The press release from Cake DeFi was interesting to read yesterday, and one that got me thinking. Released in the wake of the Celsius meltdown, the crypto-lending platform that has suspended withdrawals and may or may not be entirely insolvent, the release from Cake DeFi dropped at a time of complete and utter chaos in the markets, sparked by the brief but damning below tweet from Celsius.
.@CelsiusNetwork is pausing all withdrawals, Swap, and transfers between accounts. Acting in the interest of our community is our top priority. Our operations continue and we will continue to share information with the community. More here: https://t.co/CvjORUICs2
— Celsius (@CelsiusNetwork) June 13, 2022
Contagion
Titled “What Sets Us Apart From Our Competitors: Why Cake DeFi Is Built On Transparency”, Cake DeFi’s post confirms that the Celsius spiral will cause no harm to Cake. It also outlines the differences between the two models. It’s a smart move by Cake, and one that I think a lot of firms would benefit from imitating.
The contagion of the Celsius debacle could be huge, and that will send fear through any crypto investor, regardless of what protocol or tokens they are exposed to. Celsius had $12 billion of customer funds and is currently clinging (desperately) onto a position on MakerDAO with half a billion worth of Bitcoin. At time of writing, a 25% drop in Bitcoin’s price would mean a total liquidation of the position and all that Bitcoin flooding the market, only adding to the contagion.

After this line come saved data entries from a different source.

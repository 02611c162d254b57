//! The embedding stage: every item becomes a short vector of real coordinates computed from
//! its true distances to a few reference items.
//!
//! Three methods ([`Method`]), chosen at build time and recorded in the index ([`Embedding`]):
//!
//! - **landmarks**: `x ↦ (d(x, l_1), …, d(x, l_d))` for `d` landmark items chosen
//!   farthest-first (max-min) from a random sample. By the triangle inequality
//!   `|d(q, l) − d(x, l)| ≤ d(q, x)`, so the L∞ distance of two coordinate vectors never exceeds
//!   the true distance (contractive): search uses it as a lower bound.
//! - **refsets**: Bourgain-style reference sets (Bourgain 1985; Linial, London, Rabinovich
//!   1995): coordinate `j` is the distance to a random set `S_j`, `min_{s∈S_j} d(x, s)`, with
//!   sets of sizes 1, 2, 4, … taken in turn. Distance to a set is 1-Lipschitz too, so the
//!   embedding is contractive in L∞. The sets are drawn from a bounded pool of reference items:
//!   embedding a query costs one distance per pool member ([`refsets`]).
//! - **fastmap**: FastMap (Faloutsos & Lin 1995), a projection into L2 onto lines through
//!   pairs of far-apart pivot items, each axis in the residual space of the previous ones. Not
//!   contractive in general, so search does not prune with it ([`fastmap`]).
//!
//! For every method the first `j` coordinates of a `d`-dimensional embedding are themselves a
//! valid `j`-dimensional embedding of the same method ([`Embedded::prefix`]), which is what lets
//! a sweep over dimensions compute the largest embedding once.
//!
//! ```
//! use waymark::embed::{choose_landmarks, LandmarkOptions};
//! use waymark::metric::Levenshtein;
//!
//! let items: Vec<&[u8]> = vec![b"quay", b"quays", b"strand", b"orvane", b"orvanes"];
//! let landmarks = choose_landmarks(&Levenshtein, &items, &LandmarkOptions { dim: 2, sample: 100, seed: 7 });
//! assert_eq!(landmarks.len(), 2);
//! assert_ne!(landmarks[0], landmarks[1]);
//! ```

use rand::seq::index::sample;
use rand::SeedableRng;
use rand_chacha::ChaCha8Rng;
use rayon::prelude::*;

use serde::{Deserialize, Serialize};

use crate::metric::{Metric, PreparedQuery};

pub mod fastmap;
pub mod refsets;

pub use fastmap::FastMapAxis;

/// The largest embedding dimension an index supports.
pub const MAX_DIM: usize = 64;

/// The largest number of reference items an index may ask a query to be measured against
/// (a larger list in a file is refused as crafted).
pub const MAX_REFS: usize = 4096;

/// Default size of the reference-set pool, chosen from `benches/sweep.rs` (see the README).
pub const DEFAULT_POOL: usize = 32;

/// How landmarks are chosen.
#[derive(Clone, Copy, Debug, PartialEq, Eq)]
pub struct LandmarkOptions {
    /// Number of landmarks (coordinates), 1 to [`MAX_DIM`].
    pub dim: usize,
    /// Size of the random sample the landmarks are chosen from (capped at n).
    pub sample: usize,
    /// Seed of the random sample and of the first landmark.
    pub seed: u64,
}

/// Which sample items farthest-first may take as landmarks.
#[derive(Clone, Copy, Debug, Default, PartialEq, Eq, Hash, Serialize, Deserialize)]
#[cfg_attr(feature = "cli", derive(clap::ValueEnum))]
#[serde(rename_all = "lowercase")]
pub enum LandmarkRule {
    /// Every sampled item: farthest-first takes the outliers of the sample first.
    #[default]
    Farthest,
    /// Sampled items whose mean distance to [`TRIM_PROBES`] other sampled items is not among
    /// the largest [`TRIM_SHARE`] (outliers dropped), then farthest-first among them.
    Trimmed,
}

/// Sampled items each item is compared with to find the outliers of a sample
/// ([`LandmarkRule::Trimmed`]).
pub const TRIM_PROBES: usize = 16;

/// Share of a sample dropped as outliers by [`LandmarkRule::Trimmed`].
pub const TRIM_SHARE: f64 = 0.2;

/// The sample without its outliers: the items whose mean distance to [`TRIM_PROBES`] random
/// members of the sample is among the smallest `1 − TRIM_SHARE`, in the sample's order.
fn trimmed<M: Metric, T: AsRef<[u8]> + Sync>(
    metric: &M,
    items: &[T],
    pool: &[usize],
    rng: &mut ChaCha8Rng,
) -> Vec<usize> {
    let probes: Vec<usize> = sample(rng, pool.len(), TRIM_PROBES.min(pool.len())).into_vec();
    let all: Vec<&[u8]> = pool.iter().map(|&i| items[i].as_ref()).collect();
    let mut mean = vec![0.0; pool.len()];
    for &p in &probes {
        let q = metric.prepare(all[p]);
        let mut d = vec![0.0; all.len()];
        q.distances(&all, &mut d);
        for (m, d) in mean.iter_mut().zip(d) {
            *m += d;
        }
    }
    let keep = ((pool.len() as f64) * (1.0 - TRIM_SHARE)).ceil().max(1.0) as usize;
    let mut order: Vec<usize> = (0..pool.len()).collect();
    order.sort_by(|&a, &b| mean[a].total_cmp(&mean[b]).then(a.cmp(&b)));
    order.truncate(keep);
    order.sort_unstable();
    order.into_iter().map(|j| pool[j]).collect()
}

/// Chooses `opts.dim` landmarks farthest-first from a seeded sample of `items`.
///
/// Returns item indices, in the order chosen. Fewer than `dim` are returned only when the
/// sample holds fewer distinct items than `dim` (a landmark at distance 0 from a chosen one
/// would add nothing). Deterministic for a given seed and input.
pub fn choose_landmarks<M: Metric, T: AsRef<[u8]> + Sync>(
    metric: &M,
    items: &[T],
    opts: &LandmarkOptions,
) -> Vec<usize> {
    choose_landmarks_by(metric, items, opts, LandmarkRule::Farthest)
}

/// [`choose_landmarks`] with the sample items it may take given by `rule`.
pub fn choose_landmarks_by<M: Metric, T: AsRef<[u8]> + Sync>(
    metric: &M,
    items: &[T],
    opts: &LandmarkOptions,
    rule: LandmarkRule,
) -> Vec<usize> {
    let n = items.len();
    if n == 0 || opts.dim == 0 {
        return Vec::new();
    }
    let mut rng = ChaCha8Rng::seed_from_u64(opts.seed);
    let size = opts.sample.clamp(1, n);
    let mut pool: Vec<usize> = sample(&mut rng, n, size).into_vec();
    // Sorted so that ties between equally far candidates go to the lowest item index,
    // independent of the sampler's internal order.
    pool.sort_unstable();
    if rule == LandmarkRule::Trimmed {
        pool = trimmed(metric, items, &pool, &mut rng);
    }
    let first = pool[(opts.seed as usize) % pool.len()];
    let mut chosen = vec![first];
    let mut nearest = vec![f64::INFINITY; pool.len()];
    while chosen.len() < opts.dim {
        let last = metric.prepare(items[*chosen.last().expect("non-empty")].as_ref());
        nearest
            .par_chunks_mut(1024)
            .zip(pool.par_chunks(1024))
            .for_each(|(best, ids)| {
                let chunk: Vec<&[u8]> = ids.iter().map(|&i| items[i].as_ref()).collect();
                let mut d = vec![0.0; chunk.len()];
                last.distances(&chunk, &mut d);
                for (b, d) in best.iter_mut().zip(d) {
                    if d < *b {
                        *b = d;
                    }
                }
            });
        let (pos, far) =
            nearest.iter().enumerate().fold(
                (0, -1.0),
                |acc, (p, &d)| if d > acc.1 { (p, d) } else { acc },
            );
        if far <= 0.0 {
            break; // every sample member coincides with a landmark
        }
        chosen.push(pool[pos]);
    }
    chosen
}

/// The embedding methods, as chosen on the command line (`--embedding`).
#[derive(Clone, Copy, Debug, Default, PartialEq, Eq, Hash, Serialize, Deserialize)]
#[cfg_attr(feature = "cli", derive(clap::ValueEnum))]
#[serde(rename_all = "lowercase")]
pub enum Method {
    /// Distances to farthest-first landmark items.
    #[default]
    Landmarks,
    /// Distances to random reference sets of sizes 1, 2, 4, … drawn from a pool.
    #[cfg_attr(
        feature = "cli",
        value(
            name = "refsets",
            help = "Distances to random sets of sizes 1, 2, 4, … drawn from a pool (Bourgain)"
        )
    )]
    RefSets,
    /// FastMap projections onto pivot lines (L2, not contractive).
    #[cfg_attr(
        feature = "cli",
        value(name = "fastmap", help = "FastMap projections onto pivot lines")
    )]
    FastMap,
}

impl Method {
    /// Every method, in the order tables list them.
    pub const ALL: [Method; 3] = [Method::Landmarks, Method::RefSets, Method::FastMap];

    /// The method's name, as on the command line and in `inspect`.
    pub fn name(self) -> &'static str {
        match self {
            Method::Landmarks => "landmarks",
            Method::RefSets => "refsets",
            Method::FastMap => "fastmap",
        }
    }

    /// The method named `s` (as printed by [`Method::name`]).
    pub fn parse(s: &str) -> Option<Method> {
        Method::ALL.into_iter().find(|m| m.name() == s)
    }
}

Of course, Bitcoin itself has plunged from up around $30,000 to $22,300 amid this crisis, and the very crisis itself was likely caused by contagion effects from the UST spiral last month, as Celsius were invested in the Anchor Protocol via the now-collapsed UST. So, with Cake DeFi coming out and confirming that “first and foremost, we want to reassure our customers that the current market conditions have little or no impact on Cake’s daily business. As usual, we…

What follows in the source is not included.